WHAT TO PRODUCE: Restate word for word each line of the data, starting at the one containing "if (!cookie.includes('session-token=')) throw" and running through the last.

(Saved entries)
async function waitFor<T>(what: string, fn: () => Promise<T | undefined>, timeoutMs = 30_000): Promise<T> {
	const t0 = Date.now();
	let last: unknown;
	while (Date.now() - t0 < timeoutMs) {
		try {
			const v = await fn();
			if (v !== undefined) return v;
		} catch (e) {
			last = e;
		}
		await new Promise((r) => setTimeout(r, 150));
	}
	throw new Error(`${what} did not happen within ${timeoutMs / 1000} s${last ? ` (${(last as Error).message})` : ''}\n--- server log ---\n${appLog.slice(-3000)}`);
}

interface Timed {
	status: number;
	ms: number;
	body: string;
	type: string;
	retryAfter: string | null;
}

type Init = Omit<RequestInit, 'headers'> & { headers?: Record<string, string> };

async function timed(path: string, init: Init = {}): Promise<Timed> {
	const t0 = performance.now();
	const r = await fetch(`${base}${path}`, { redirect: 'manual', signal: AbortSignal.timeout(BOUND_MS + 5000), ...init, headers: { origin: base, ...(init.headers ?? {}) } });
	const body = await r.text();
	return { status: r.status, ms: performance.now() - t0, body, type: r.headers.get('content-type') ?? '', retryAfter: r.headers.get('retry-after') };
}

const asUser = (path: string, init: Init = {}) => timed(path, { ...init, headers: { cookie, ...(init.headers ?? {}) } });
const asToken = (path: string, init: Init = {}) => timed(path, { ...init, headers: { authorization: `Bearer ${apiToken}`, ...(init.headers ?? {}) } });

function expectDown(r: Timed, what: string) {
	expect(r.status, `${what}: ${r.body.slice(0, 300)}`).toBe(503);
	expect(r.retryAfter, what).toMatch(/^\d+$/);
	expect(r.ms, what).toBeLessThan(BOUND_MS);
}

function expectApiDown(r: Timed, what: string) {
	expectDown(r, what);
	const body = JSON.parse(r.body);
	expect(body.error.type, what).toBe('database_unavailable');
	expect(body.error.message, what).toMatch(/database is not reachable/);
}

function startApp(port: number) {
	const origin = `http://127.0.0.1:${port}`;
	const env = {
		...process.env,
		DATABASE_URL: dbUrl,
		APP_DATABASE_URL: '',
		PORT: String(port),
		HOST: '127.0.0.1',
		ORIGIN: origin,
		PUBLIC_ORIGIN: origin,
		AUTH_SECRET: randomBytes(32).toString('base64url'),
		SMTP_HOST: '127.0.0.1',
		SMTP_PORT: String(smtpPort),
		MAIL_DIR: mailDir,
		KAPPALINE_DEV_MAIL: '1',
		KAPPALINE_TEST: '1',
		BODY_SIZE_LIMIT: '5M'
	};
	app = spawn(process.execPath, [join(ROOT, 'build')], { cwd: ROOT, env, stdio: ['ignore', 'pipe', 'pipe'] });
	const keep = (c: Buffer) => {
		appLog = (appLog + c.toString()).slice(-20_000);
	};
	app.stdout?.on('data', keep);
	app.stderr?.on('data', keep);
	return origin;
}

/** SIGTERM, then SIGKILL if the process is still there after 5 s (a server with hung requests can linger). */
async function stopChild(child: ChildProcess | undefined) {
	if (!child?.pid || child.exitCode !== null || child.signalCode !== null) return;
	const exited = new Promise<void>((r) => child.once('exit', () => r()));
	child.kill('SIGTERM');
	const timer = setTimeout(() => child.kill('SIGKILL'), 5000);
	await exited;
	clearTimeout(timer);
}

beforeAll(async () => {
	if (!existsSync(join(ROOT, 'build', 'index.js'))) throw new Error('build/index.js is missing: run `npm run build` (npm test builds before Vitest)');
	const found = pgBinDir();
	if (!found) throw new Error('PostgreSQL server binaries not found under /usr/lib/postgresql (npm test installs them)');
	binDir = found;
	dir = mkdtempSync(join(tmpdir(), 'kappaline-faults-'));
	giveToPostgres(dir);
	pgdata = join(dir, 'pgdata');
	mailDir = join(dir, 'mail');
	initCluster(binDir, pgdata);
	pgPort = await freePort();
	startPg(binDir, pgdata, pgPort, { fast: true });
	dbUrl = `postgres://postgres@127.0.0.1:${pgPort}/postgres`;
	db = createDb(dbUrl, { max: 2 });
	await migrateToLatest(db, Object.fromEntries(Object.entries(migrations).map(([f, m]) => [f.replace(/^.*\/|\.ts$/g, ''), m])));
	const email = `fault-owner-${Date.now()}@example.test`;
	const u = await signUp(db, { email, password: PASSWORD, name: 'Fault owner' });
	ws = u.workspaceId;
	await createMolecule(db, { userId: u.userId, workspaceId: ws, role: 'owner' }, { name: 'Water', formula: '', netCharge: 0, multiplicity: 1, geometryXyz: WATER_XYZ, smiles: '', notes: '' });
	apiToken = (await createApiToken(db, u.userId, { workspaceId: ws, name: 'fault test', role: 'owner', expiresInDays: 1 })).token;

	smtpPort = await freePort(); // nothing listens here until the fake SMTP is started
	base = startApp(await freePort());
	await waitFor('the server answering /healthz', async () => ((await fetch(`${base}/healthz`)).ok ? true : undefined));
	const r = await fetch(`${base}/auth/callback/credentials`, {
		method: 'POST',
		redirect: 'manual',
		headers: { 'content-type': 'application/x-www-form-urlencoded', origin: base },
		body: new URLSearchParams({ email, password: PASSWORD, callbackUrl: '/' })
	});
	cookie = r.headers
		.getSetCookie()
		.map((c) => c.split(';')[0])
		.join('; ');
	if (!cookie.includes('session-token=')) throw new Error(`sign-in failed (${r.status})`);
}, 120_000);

EXERCISE SOLUTION:
	if (!cookie.includes('session-token=')) throw new Error(`sign-in failed (${r.status})`);
}, 120_000);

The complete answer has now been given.